1.     Payment for PSM Services (a) The fees set out in the Service Agreement are exclusive of any application program interface (“API”) access or similar fees that a Search Partner may charge to the Agency in connection with the Client’s search marketing program. The Agency reserves the right to charge the Client (and the Client agrees to pay) the amount of such fees. Where such Search Partners assess a specific cost-per-click charge, that cost will be billed to the Client by the Agency.  In instances where a Search Partner charges the Agency a flat fee for API access, the Agency shall pass all such API fees along to its PSM clients on a pro-rata basis. For purposes of clarification, in such instances, the Agency shall use commercially reasonable efforts to determine the approximate effective API cost on a per-click basis for all applicable clients. Each such client shall then be charged its proportionate share of the API expense. (b)  A “Qualified Customer” shall mean any individual or entity that (i) places an order for Products from the Website(s) within sixty (60) days of clicking through to the Website(s) via hyperlinks contained within the Client’s keywords, titles and descriptions, listings, content, data and data feeds relating to the Client’s Products keywords, titles and descriptions, listings, content, data, and data feeds relating to the Client’s Products (“Offers”) as displayed with any Search Partner or via any other promotional placement provided by the Agency or (ii) completes and submits Client’s registration form within sixty (60) days of clicking through to the Website(s) via hyperlinks contained within Client’s Offer as displayed with any Search Partner or via any other promotional placement provided by the Agency.   “Monthly Sales” shall mean the net Euro amount of Products ordered by Qualified Customers during a calendar month.  Monthly Sales shall be calculated exclusive of fraudulently placed orders identified in writing by the Client within five (5) days after the date of the fraudulently placed order, transportation and packaging costs, insurance, and taxes.

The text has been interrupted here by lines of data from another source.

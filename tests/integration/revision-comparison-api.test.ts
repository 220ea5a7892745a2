// Issue 16, item 3: the revision comparison (GET …/models/compare?from=&to=, lib/models/compare-revisions.ts).
// Revision 2 of a generated 9 m × 9 m roof drops one diagonal, resizes one chord, adds one member and holds the
// west edge chord TCY-0-1's two ends along it (so, by statics, it carries nothing in any result: its state and its
// verdict change); its clashes: one kept but needing another look, one added, one closed with a reason.
import { randomUUID } from "node:crypto";
import { afterAll, beforeAll, describe, expect, it } from "vitest";
import { GET as COMPARE } from "@/app/api/projects/[projectId]/models/compare/route";
import { createRevisionWithAnalysis } from "@/lib/commands/create-analysed-revision";
import { clashes } from "@/db/schema";
import { generateRoof } from "@/lib/analysis/generator";
import type { TrussModel } from "@/lib/analysis/model";
import { analyseForStorage } from "@/lib/models/analyse";
import type { RevisionComparison } from "@/lib/models/compare-revisions";
import { closeDb, getDb, requireIntegrationEnv } from "../support/db";
import { createProjectFixture, type ProjectFixture } from "../support/fixtures";
import { buildRequest, routeContext } from "../support/session";

let fx: ProjectFixture;
const key = () => `k-${randomUUID().slice(0, 8)}`;
const [kept, gone, fresh] = [key(), key(), key()];

async function store(name: string, model: TrussModel) {
  const { result, review } = analyseForStorage(model, "EN1993-1-1");
  expect(result.status).toBe("ok");
  return createRevisionWithAnalysis({ projectId: fx.projectId, name, model, source: "uploaded", createdBy: fx.users.structural_engineer.id, result, review });
}

function clash(revisionId: string, clashKey: string, memberId: string, extra: Partial<typeof clashes.$inferInsert> = {}) {
  return { projectId: fx.projectId, revisionId, clashKey, memberId, runId: "SA-01", segmentIndex: 0, kind: "hard" as const, gap: -0.02, depth: 0.02, requiredClearance: 0.05, pointX: 0, pointY: 0, pointZ: 1, ...extra };
}

const compare = async (query: string, user = fx.users.viewer) =>
  COMPARE(await buildRequest(`/api/projects/${fx.projectId}/models/compare?${query}`, { user }), routeContext({ projectId: fx.projectId }));

beforeAll(async () => {
  requireIntegrationEnv();
  fx = await createProjectFixture("revision-comparison");
  const base = generateRoof({ name: "r1", spanX: 9, spanY: 9, module: 3, depth: 2 });
  const changed = structuredClone(base) as TrussModel;
  changed.members = changed.members.filter((m) => m.id !== "D-1-1-NE");
  const other = changed.sections.find((s) => s.id !== changed.members.find((m) => m.id === "TCX-1-1")!.section)!;
  changed.members = changed.members.map((m) => (m.id === "TCX-1-1" ? { ...m, section: other.id } : m));
  changed.members.push({ id: "X-1", i: "B-0-0", j: "B-1-1", section: other.id });
  changed.supports = changed.supports.map((s) => (s.node === "T-0-1" || s.node === "T-0-2" ? { ...s, uy: true } : s));
  const r1 = await store("r1", base);
  const r2 = await store("r2", changed);
  await getDb().insert(clashes).values([
    clash(r1.id, kept, "TCY-1-0"),
    clash(r1.id, gone, "D-1-1-NE"),
    clash(r2.id, kept, "TCY-1-0", { recheckReason: "TCY-1-0 now carries 12.4 kN compression in ULS-2." }),
    clash(r2.id, gone, "D-1-1-NE", { status: "closed", closedReason: "Member D-1-1-NE is not in revision 2." }),
    clash(r2.id, fresh, "X-1"),
  ]);
});
afterAll(closeDb);

describe("comparing two revisions", () => {
  it("lists members added, removed and resized, force-state and verdict changes per result, and the clashes' changes", async () => {
    const response = await compare("from=1&to=2");
    expect(response.status).toBe(200);
    const { comparison } = (await response.json()) as { comparison: RevisionComparison };
    expect(comparison.members.added).toEqual(["X-1"]);
    expect(comparison.members.removed).toEqual(["D-1-1-NE"]);
    expect(comparison.members.resized).toHaveLength(1);
    expect(comparison.members.resized[0].memberId).toBe("TCX-1-1");
    // Every result of both is compared; TCY-0-1 is zero in each of revision 2's (its ends are held along it).
    expect(comparison.results.map((r) => r.id).sort()).toEqual(["ULS-1", "ULS-2", "ULS-3", "SLS-1", "dead", "services", "snow", "wind-uplift"].sort());
    expect(comparison.resultsNotCompared).toEqual([]);
    for (const result of comparison.results) {
      const change = result.changes.find((c) => c.memberId === "TCY-0-1");
      expect(change?.b.state, result.id).toBe("zero-force");
      expect(change?.a.state).not.toBe("zero-force");
      expect(result.changes.some((c) => c.memberId === "D-1-1-NE" || c.memberId === "X-1")).toBe(false);
    }
    expect(comparison.verdicts).toContainEqual({ memberId: "TCY-0-1", from: "load-bearing", to: "idle" });
    expect(comparison.clashes.added.map((c) => c.clashKey)).toEqual([fresh]);
    expect(comparison.clashes.resolved.map((c) => [c.clashKey, c.why])).toEqual([[gone, "Member D-1-1-NE is not in revision 2."]]);
    expect(comparison.clashes.needsAnotherLook.map((c) => [c.clashKey, c.recheckReason])).toEqual([[kept, "TCY-1-0 now carries 12.4 kN compression in ULS-2."]]);
    expect(comparison.notes).toEqual([]);
  });

  it("refuses outsiders, a missing revision and the same revision twice", async () => {
    expect((await COMPARE(await buildRequest(`/api/projects/${fx.projectId}/models/compare?from=1&to=2`), routeContext({ projectId: fx.projectId }))).status).toBe(401);
    expect((await compare("from=1&to=2", fx.users.outsider)).status).toBe(404);
    const missing = await compare("from=1&to=9");
    expect(missing.status).toBe(404);
    expect((await missing.json()).error).toMatch(/Revision 9/);
    expect((await compare("from=2&to=2")).status).toBe(400);
    expect((await compare("from=1")).status).toBe(400);
  });
});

2.     Responsibilities of Client

o   The Client shall be solely responsible for monitoring, operating, maintaining, and managing the content of the Website(s). The Client will ensure that navigation back to the originating Search Partner web page, whether through a particular pointer or link, the “back” button on an Internet browser, the closing of an active window, or any other return mechanism, shall not be interrupted by the Client through the use of any intermediate screen or other device not specifically requested by the user, including without limitation through the use of any html popup window or any other similar device.

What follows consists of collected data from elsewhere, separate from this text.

// Issue 17 item 7: pins placed where someone clicked in 3D (member or node id and the point clicked, seen by the
// others at that spot) and saved views on comments (stored with the comment, sent to the room, read back by HTTP and
// the reconnect catch-up, exported to BCF as a viewpoint the comment references). Refusals first: a viewer may not
// place a pin nor comment with a view (rule book: pin.create, comment.create), an outsider reads no thread.
import { randomUUID } from "node:crypto";
import { eq } from "drizzle-orm";
import { describe, expect, it } from "vitest";
import { GET as GET_THREAD } from "@/app/api/projects/[projectId]/pins/[pinId]/comments/route";
import { GET as GET_PINS } from "@/app/api/projects/[projectId]/pins/route";
import { GET as EXPORT_BCF } from "@/app/api/projects/[projectId]/exports/pins.bcf/route";
import { POST as IMPORT_BCF } from "@/app/api/projects/[projectId]/pins/bcf/route";
import { comments, pins } from "@/db/schema";
import { readBcf } from "@/lib/bcf";
import { savePinViewpoint } from "@/lib/commands/save-pin-viewpoint";
import type { CatchUp, PresentedComment, PresentedPin } from "@/lib/realtime/events";
import type { Viewpoint } from "@/lib/realtime/viewpoint";
import { getDb } from "../support/db";
import { createProjectFixture, type FixtureUser } from "../support/fixtures";
import { nextEvent, request } from "../support/realtime";
import { realtimeProjectSuite } from "../support/realtime-suite";
import { buildRequest, routeContext, sessionCookie } from "../support/session";

const suite = realtimeProjectSuite("pins-in-3d");

// Invented demo-like values: a point 1.5 m along a top chord of a 3 m module grid, 1.8 m deep.
const onChord: [number, number, number] = [7.5, 6, 1.8];
const view: Viewpoint = {
  camera: { position: [30, -12, 18], target: [7.5, 6, 1.8], up: [0, 0, 1], fieldOfView: 50 },
  selectedMember: "TCX-2-2",
  result: "ULS-1",
  colouring: "deltaForce",
  sectionBox: { min: [3, 3, -0.5], max: [12, 9, 2.5] },
};

const pinView: Viewpoint = { camera: { position: [3, -20, 25], target: [3, 3, 1.8] } };
const pinInput = (anchor: unknown) => ({ id: randomUUID(), anchor, revisionId: null, title: "Sprinkler main under this chord?", discipline: "mep" });
async function thread(pinId: string, user: FixtureUser) {
  const { projectId } = suite.project;
  return GET_THREAD(await buildRequest(`/api/projects/${projectId}/pins/${pinId}/comments`, { user }), routeContext({ projectId, pinId }));
}

describe("pins placed with a click in 3D", () => {
  it("keeps the member id and the point clicked, and the others see the pin appear at that spot", async () => {
    const architect = await suite.signedIn("architect");
    const mep = await suite.signedIn("mep_engineer");
    const input = pinInput({ kind: "member", id: "TCX-2-2", point: onChord });
    const seen = nextEvent(mep, "pin:created", (pin) => pin.id === input.id);
    const ack = await request<PresentedPin>(architect, "pin:create", input);
    expect(ack).toMatchObject({ ok: true, data: { anchor: { kind: "member", id: "TCX-2-2", point: onChord } } });
    expect((await seen).anchor).toEqual({ kind: "member", id: "TCX-2-2", point: onChord });
    const [row] = await getDb().select().from(pins).where(eq(pins.id, input.id));
    expect([row.anchorKind, row.anchorId, row.anchorX, row.anchorY, row.anchorZ]).toEqual(["member", "TCX-2-2", ...onChord]);
    // The page load reads it the same way.
    const { projectId } = suite.project;
    const listed = (await (await GET_PINS(await buildRequest(`/api/projects/${projectId}/pins`, { user: suite.project.users.viewer }), routeContext({ projectId }))).json()) as { pins: PresentedPin[] };
    expect(listed.pins.find((p) => p.id === input.id)?.anchor).toEqual({ kind: "member", id: "TCX-2-2", point: onChord });
  });

  it("keeps a node pin's node and point, and a pin typed by id stays without a point", async () => {
    const architect = await suite.signedIn("architect");
    const onNode = await request<PresentedPin>(architect, "pin:create", pinInput({ kind: "node", id: "T-2-2", point: [6, 6, 1.8] }));
    expect(onNode).toMatchObject({ ok: true, data: { anchor: { kind: "node", id: "T-2-2", point: [6, 6, 1.8] } } });
    const typed = await request<PresentedPin>(architect, "pin:create", pinInput({ kind: "member", id: "BCX-1-1" }));
    expect(typed.ok && typed.data.anchor).toEqual({ kind: "member", id: "BCX-1-1" });
  });

  it("refuses a viewer (the rule book's pin.create) and stores nothing", async () => {
    const viewer = await suite.signedIn("viewer");
    const input = pinInput({ kind: "member", id: "TCX-2-2", point: onChord });
    const ack = await request(viewer, "pin:create", input);
    expect(ack.ok).toBe(false);
    expect(await getDb().select().from(pins).where(eq(pins.id, input.id))).toHaveLength(0);
  });
});

describe("saved views on comments", () => {
  it("stores the view with the comment, sends it to the room, and answers it over HTTP and in the catch-up", async () => {
    const since = new Date(Date.now() - 1000).toISOString();
    const architect = await suite.signedIn("architect");
    const mep = await suite.signedIn("mep_engineer");
    const pin = await request<PresentedPin>(architect, "pin:create", pinInput({ kind: "member", id: "TCX-2-2", point: onChord }));
    if (!pin.ok) throw new Error(pin.error);
    const id = randomUUID();
    const seen = nextEvent(mep, "comment:created", (c) => c.id === id);
    const ack = await request<PresentedComment>(architect, "comment:create", { id, pinId: pin.data.id, body: "Seen from the south-west, cut to the bay.", viewpoint: view });
    expect(ack).toMatchObject({ ok: true, data: { viewpoint: view } });
    expect((await seen).viewpoint).toEqual(view);
    const [row] = await getDb().select().from(comments).where(eq(comments.id, id));
    expect(row.viewpoint).toEqual(view);

    const answer = await thread(pin.data.id, suite.project.users.viewer);
    expect(answer.status).toBe(200);
    const { comments: listed } = (await answer.json()) as { comments: PresentedComment[] };
    expect(listed.find((c) => c.id === id)?.viewpoint).toEqual(view);
    const catchUp = await request<CatchUp>(mep, "sync:since", { since });
    expect(catchUp.ok && catchUp.data.comments.find((c) => c.id === id)?.viewpoint).toEqual(view);
    // A comment written without a view has none.
    const plain = await request<PresentedComment>(architect, "comment:create", { id: randomUUID(), pinId: pin.data.id, body: "No view here." });
    expect(plain.ok && plain.data.viewpoint).toBeNull();
  });

  it("exports the comment's view as a BCF viewpoint that the comment references, and an import keeps it on the comment", async () => {
    const architect = await suite.signedIn("architect");
    const pin = await request<PresentedPin>(architect, "pin:create", pinInput({ kind: "node", id: "T-1-1", point: [3, 3, 1.8] }));
    if (!pin.ok) throw new Error(pin.error);
    const { users } = suite.project;
    await savePinViewpoint({ projectId: suite.project.projectId, pinId: pin.data.id, actorId: users.architect.id, view: pinView });
    const id = randomUUID();
    expect((await request(architect, "comment:create", { id, pinId: pin.data.id, body: "With my view.", viewpoint: view })).ok).toBe(true);
    const { projectId } = suite.project;
    const response = await EXPORT_BCF(await buildRequest(`/api/projects/${projectId}/exports/pins.bcf`, { user: suite.project.users.viewer }), routeContext({ projectId }));
    expect(response.status).toBe(200);
    const { file } = readBcf(new Uint8Array(await response.arrayBuffer()));
    const topic = file!.topics.find((t) => t.guid === pin.data.id)!;
    const comment = topic.comments.find((c) => c.guid === id)!;
    const viewpoint = topic.viewpoints.find((v) => v.guid === comment.viewpointGuid)!;
    expect(viewpoint.camera?.position).toEqual(view.camera.position);
    expect(viewpoint.clippingPlanes).toHaveLength(6);

    // Imported into a fresh project, the comment keeps its view (the camera target is rebuilt 10 m along the view
    // direction, lib/bcf/viewpoint.ts; the section box and the camera's position come back as they were).
    const fresh = await createProjectFixture("pins-in-3d-import");
    const bytes = await EXPORT_BCF(await buildRequest(`/api/projects/${projectId}/exports/pins.bcf`, { user: suite.project.users.viewer }), routeContext({ projectId }));
    const headers = new Headers({ "content-type": "application/octet-stream", cookie: await sessionCookie(fresh.users.structural_engineer) });
    const imported = await IMPORT_BCF(new Request(new URL(`/api/projects/${fresh.projectId}/pins/bcf`, "http://127.0.0.1"), { method: "POST", headers, body: Buffer.from(await bytes.arrayBuffer()) }), routeContext({ projectId: fresh.projectId }));
    expect(imported.status).toBe(201);
    const [row] = await getDb().select().from(comments).where(eq(comments.bcfGuid, id));
    expect(row.viewpoint?.camera.position).toEqual(view.camera.position);
    expect(row.viewpoint?.sectionBox).toEqual(view.sectionBox);
    // The topic's first viewpoint is the pin's own saved view, which stays the pin's.
    const [importedPin] = await getDb().select().from(pins).where(eq(pins.id, row.pinId));
    expect(importedPin.viewpoint?.camera.position).toEqual(pinView.camera.position);
  });

  it("refuses a viewer's comment with a view, and shows no thread to an outsider (404)", async () => {
    const architect = await suite.signedIn("architect");
    const viewer = await suite.signedIn("viewer");
    const pin = await request<PresentedPin>(architect, "pin:create", pinInput({ kind: "member", id: "TCX-2-2" }));
    if (!pin.ok) throw new Error(pin.error);
    const id = randomUUID();
    expect((await request(viewer, "comment:create", { id, pinId: pin.data.id, body: "Me too.", viewpoint: view })).ok).toBe(false);
    expect(await getDb().select().from(comments).where(eq(comments.id, id))).toHaveLength(0);
    expect((await thread(pin.data.id, suite.project.users.outsider)).status).toBe(404);
  });
});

o   The Client shall be solely responsible for providing and/or approving relevant and appropriate offers so that the Agency can seek to manage and optimize the search engine placement of the Offers. The Client agrees and acknowledges that a Search Partner may, in its sole discretion, refuse to display or continue to display any of the Client’s Offers and that neither the Agency nor any Search Partner shall be liable for such refusal

o   The Client shall be solely responsible for all aspects of the relationship with all persons and/or entities that purchase Products or submit a registration, as the case may be, including without limitation:

§  establishing all prices for Products;

§  accepting, processing, and fulfilling orders for Products;

§  collecting payment, including all taxes or other charges due, from Qualified Customers;

§  managing returned Products and cancellations;

§  ensuring that the sale of all Products is made in conformance with all applicable laws (including export control laws);

§  determining all customer service, warranty, and/or operational policies;

§  accepting and processing registrations;

§  satisfying all commitments or obligations resulting from each completed registration;

o   ensuring that each registration, and the information collected in processing each registration, is acquired and used in conformance with all applicable laws.

The Client shall provide the Agency with sales and marketing information applicable to the Products as is available from time to time to assist the Agency in establishing relationships with Search Partners.

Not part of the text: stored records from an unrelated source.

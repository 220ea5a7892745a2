// Results as columns (issue 13 item 4): the jobs process stores each result's Float32 forces, zero bitset and
// displacements, and the run's utilisation, verdicts and zero-in-all, in member order; the binary endpoint sends
// them and they read back equal to the design-format JSON stored beside them (forces to Float32 precision); one
// member's detail comes from its own endpoint. Only the team may read either (outsider, removed member: 404).
import { and, eq } from "drizzle-orm";
import { afterAll, beforeAll, describe, expect, it } from "vitest";
import { POST as createRevision } from "@/app/api/projects/[projectId]/models/route";
import { GET as getMember } from "@/app/api/projects/[projectId]/models/[number]/members/[memberId]/route";
import { GET as getColumns } from "@/app/api/projects/[projectId]/models/[number]/results/[resultId]/route";
import { analysisRuns, memberships, modelRevisions } from "@/db/schema";
import type { AnalysisResult } from "@/lib/analysis/analyze";
import type { TrussModel } from "@/lib/analysis/model";
import type { StoredReview } from "@/lib/models/analyse";
import { bitAt, unpackWire, VERDICT_CODES } from "@/lib/models/result-columns";
import { backfillResultColumns } from "@/lib/commands/backfill-result-columns";
import { insertRevision } from "@/db/queries/models";
import { runAnalysisJob } from "@/server/jobs/analysis";
import { closeDb, getDb, requireIntegrationEnv } from "../support/db";
import { createProjectFixture, type FixtureUser, type ProjectFixture } from "../support/fixtures";
import { buildRequest, routeContext } from "../support/session";
import { packGeometry } from "@/lib/models/geometry-wire";

let fx: ProjectFixture;
let number: number;
let model: TrussModel;
let result: AnalysisResult;
let review: StoredReview;

const columnsPath = (resultId: string) => `/api/projects/${fx.projectId}/models/${number}/results/${encodeURIComponent(resultId)}`;
const fetchColumns = async (resultId: string, user?: FixtureUser, headers: Record<string, string> = {}) => {
  const request = await buildRequest(columnsPath(resultId), { user });
  for (const [name, value] of Object.entries(headers)) request.headers.set(name, value);
  return getColumns(request, routeContext({ projectId: fx.projectId, number: String(number), resultId }));
};
const fetchMember = async (memberId: string, user?: FixtureUser) =>
  getMember(await buildRequest(`/api/projects/${fx.projectId}/models/${number}/members/${encodeURIComponent(memberId)}`, { user }), routeContext({ projectId: fx.projectId, number: String(number), memberId }));

beforeAll(async () => {
  requireIntegrationEnv();
  fx = await createProjectFixture("result-columns");
  // The product's path: a generated roof is saved, and the jobs process analyses, reviews and stores it.
  const roof = { kind: "generate", params: { name: "Columns grid", spanX: 9, spanY: 6, module: 3, depth: 1.5 } };
  const response = await createRevision(await buildRequest(`/api/projects/${fx.projectId}/models`, { method: "POST", body: roof, user: fx.users.structural_engineer }), routeContext({ projectId: fx.projectId }));
  expect(response.status).toBe(202);
  const saved = (await response.json()) as { revision: { id: string; number: number }; job: { id: string } };
  expect(await runAnalysisJob(saved.job.id)).toBe("done");
  number = saved.revision.number;
  const [revision] = await getDb().select().from(modelRevisions).where(eq(modelRevisions.id, saved.revision.id));
  const [run] = await getDb().select().from(analysisRuns).where(eq(analysisRuns.revisionId, saved.revision.id));
  model = revision.model;
  result = run.result;
  review = run.review!;
  expect(revision.memberOrder).toEqual(model.members.map((m) => m.id));
});
afterAll(closeDb);

describe("result columns", () => {
  it("read back equal to the stored JSON for every result, in member order", async () => {
    const resultIds = Object.keys(result.results);
    expect(resultIds.length).toBeGreaterThan(1);
    for (const resultId of resultIds) {
      const response = await fetchColumns(resultId, fx.users.viewer);
      expect(response.status).toBe(200);
      expect(response.headers.get("content-type")).toBe("application/octet-stream");
      const columns = unpackWire(await response.arrayBuffer());
      const json = result.results[resultId];
      expect(columns.memberCount).toBe(model.members.length);
      expect(columns.nodeCount).toBe(model.nodes.length);
      expect(columns.hasReview).toBe(true);
      const zero = new Set(json.zeroForceMembers);
      model.members.forEach((member, k) => {
        // Float32 storage: exactly the JSON value rounded to single precision.
        expect(columns.forces[k]).toBe(Math.fround(json.memberForces[member.id]));
        expect(bitAt(columns.zero, k)).toBe(zero.has(member.id) ? 1 : 0);
        expect(bitAt(columns.zeroInAll, k)).toBe(result.zeroInAll.includes(member.id) ? 1 : 0);
        const stored = review.members[member.id];
        expect(VERDICT_CODES[columns.verdicts[k] - 1]).toBe(stored.verdict);
        if (stored.utilisation === null) expect(columns.utilisation[k]).toBeNaN();
        else expect(columns.utilisation[k]).toBe(Math.fround(stored.utilisation));
      });
      model.nodes.forEach((node, k) => {
        const d = json.displacements[node.id];
        expect([...columns.displacements.subarray(k * 3, k * 3 + 3)]).toEqual([Math.fround(d.ux), Math.fround(d.uy), Math.fround(d.uz)]);
      });
    }
  });

  it("is immutable: a strong ETag, cached for a year, and 304 when the browser has it", async () => {
    const resultId = Object.keys(result.results)[0];
    const first = await fetchColumns(resultId, fx.users.architect);
    const etag = first.headers.get("etag")!;
    expect(etag).toMatch(/^"[^"]+"$/);
    expect(first.headers.get("cache-control")).toBe("private, max-age=31536000, immutable");
    const again = await fetchColumns(resultId, fx.users.architect, { "if-none-match": etag });
    expect(again.status).toBe(304);
    expect(await again.text()).toBe("");
    const other = await fetchColumns(Object.keys(result.results)[1], fx.users.architect);
    expect(other.headers.get("etag")).not.toBe(etag);
  });

  it("answers an unknown result or revision with 404 and a malformed revision with 404", async () => {
    expect((await fetchColumns("NO-SUCH-CASE", fx.users.viewer)).status).toBe(404);
    const missing = await getColumns(await buildRequest(`/api/projects/${fx.projectId}/models/999/results/x`, { user: fx.users.viewer }), routeContext({ projectId: fx.projectId, number: "999", resultId: "x" }));
    expect(missing.status).toBe(404);
    const hostile = await getColumns(await buildRequest(`/api/projects/${fx.projectId}/models/99999999999/results/x`, { user: fx.users.viewer }), routeContext({ projectId: fx.projectId, number: "99999999999", resultId: "x" }));
    expect([400, 404]).toContain(hostile.status);
  });
});

describe("who may read the columns and a member's detail", () => {
  it("refuses the signed-out (401), an outsider (404) and a member of another project (404)", async () => {
    const resultId = Object.keys(result.results)[0];
    const memberId = model.members[0].id;
    expect((await fetchColumns(resultId)).status).toBe(401);
    expect((await fetchMember(memberId)).status).toBe(401);
    expect((await fetchColumns(resultId, fx.users.outsider)).status).toBe(404);
    expect((await fetchMember(memberId, fx.users.outsider)).status).toBe(404);
    const other = await createProjectFixture("result-columns-other");
    expect((await fetchColumns(resultId, other.users.owner)).status).toBe(404);
    expect((await fetchMember(memberId, other.users.owner)).status).toBe(404);
  });

  it("refuses a member removed a second ago (404) and serves the viewer role", async () => {
    const resultId = Object.keys(result.results)[0];
    const memberId = model.members[0].id;
    expect((await fetchColumns(resultId, fx.users.mep_engineer)).status).toBe(200);
    await getDb().delete(memberships).where(and(eq(memberships.projectId, fx.projectId), eq(memberships.userId, fx.users.mep_engineer.id)));
    expect((await fetchColumns(resultId, fx.users.mep_engineer)).status).toBe(404);
    expect((await fetchMember(memberId, fx.users.mep_engineer)).status).toBe(404);
    expect((await fetchColumns(resultId, fx.users.viewer)).status).toBe(200);
    expect((await fetchMember(memberId, fx.users.viewer)).status).toBe(200);
  });
});

describe("one member's detail", () => {
  it("gives the member's force in every result, its envelope and its review with the arithmetic", async () => {
    // A member that carries force and one that is zero somewhere, so both flags are exercised.
    const someZero = model.members.find((m) => Object.values(result.results).some((r) => r.zeroForceMembers.includes(m.id)));
    const loaded = model.members.find((m) => !result.zeroInAll.includes(m.id))!;
    for (const member of [loaded, ...(someZero ? [someZero] : [])]) {
      const response = await fetchMember(member.id, fx.users.architect);
      expect(response.status).toBe(200);
      const body = await response.json();
      expect(body.member).toMatchObject({ id: member.id, i: member.i, j: member.j, section: member.section, index: model.members.indexOf(member) });
      expect(Object.keys(body.results).sort()).toEqual(Object.keys(result.results).sort());
      for (const [resultId, json] of Object.entries(result.results)) {
        expect(body.results[resultId]).toEqual({ force: Math.fround(json.memberForces[member.id]), zero: json.zeroForceMembers.includes(member.id) });
      }
      expect(body.envelope).toEqual(result.envelope[member.id]);
      expect(body.governing).toEqual(result.info.governing[member.id]);
      expect(body.review).toEqual(review.members[member.id]);
      expect(body.caution).toMatch(/engineer of record/);
    }
    expect((await fetchMember("NO-SUCH-MEMBER", fx.users.architect)).status).toBe(404);
  });
});

describe("runs stored before results were kept as columns", () => {
  it("get their columns from the migrate step's backfill, equal to their JSON", async () => {
    // A run as migration 0005 left it: JSON only, no columns.
    const revision = await insertRevision(getDb(), { projectId: fx.projectId, name: "Before columns", model, geometry: packGeometry(model), source: "generated", createdBy: null });
    await getDb().insert(analysisRuns).values({ revisionId: revision.id, status: "ok", result, review });
    const resultId = Object.keys(result.results)[1];
    const old = { projectId: fx.projectId, number: String(revision.number), resultId };
    const request = async () => getColumns(await buildRequest(`/api/projects/${fx.projectId}/models/${revision.number}/results/${resultId}`, { user: fx.users.viewer }), routeContext(old));
    expect((await request()).status).toBe(404);
    expect(await backfillResultColumns()).toBeGreaterThanOrEqual(1);
    const response = await request();
    expect(response.status).toBe(200);
    const columns = unpackWire(await response.arrayBuffer());
    model.members.forEach((member, k) => expect(columns.forces[k]).toBe(Math.fround(result.results[resultId].memberForces[member.id])));
    expect(columns.hasReview).toBe(true);
    // Nothing left to fill: a second pass does nothing.
    expect(await backfillResultColumns()).toBe(0);
  });
});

  • The Client shall provide its reasonable cooperation concerning efforts made by the Agency to: (i) improve the tracking and reporting of relevant information including but not limited to the number of clicks and sales conversion data and/or purchases made or registrations submitted by Qualified Customers and (ii) implement and test the technology applications used to link the Website(s) to Search Partners. The Agency shall provide the Client with a one-by-one (1×1) clear pixel (the “Image Tag”) to allow for tracking by the Agency. The Client will not take any action concerning this Image Tag that would interfere with the Agency’s ability to carry out its activities under this Agreement and will provide reasonable advance notice to the Agency of any action reasonably expected to have such effect. If the Agency’s remuneration is based upon actions of Qualified Customers, should the Client modify, alter, delete, disable, fail to serve, or take any other action about the Image Tags provided to the Client by the Agency, the Client agrees to pay to the Agency for each day, or pro-rata portion of any day, during which the Agency’s ability to track such data is hindered, the average Euro amount of remuneration earned by the Agency and Search Partners per day during the seven (7) day period immediately preceding the period during which the Agency’s tracking ability was hindered.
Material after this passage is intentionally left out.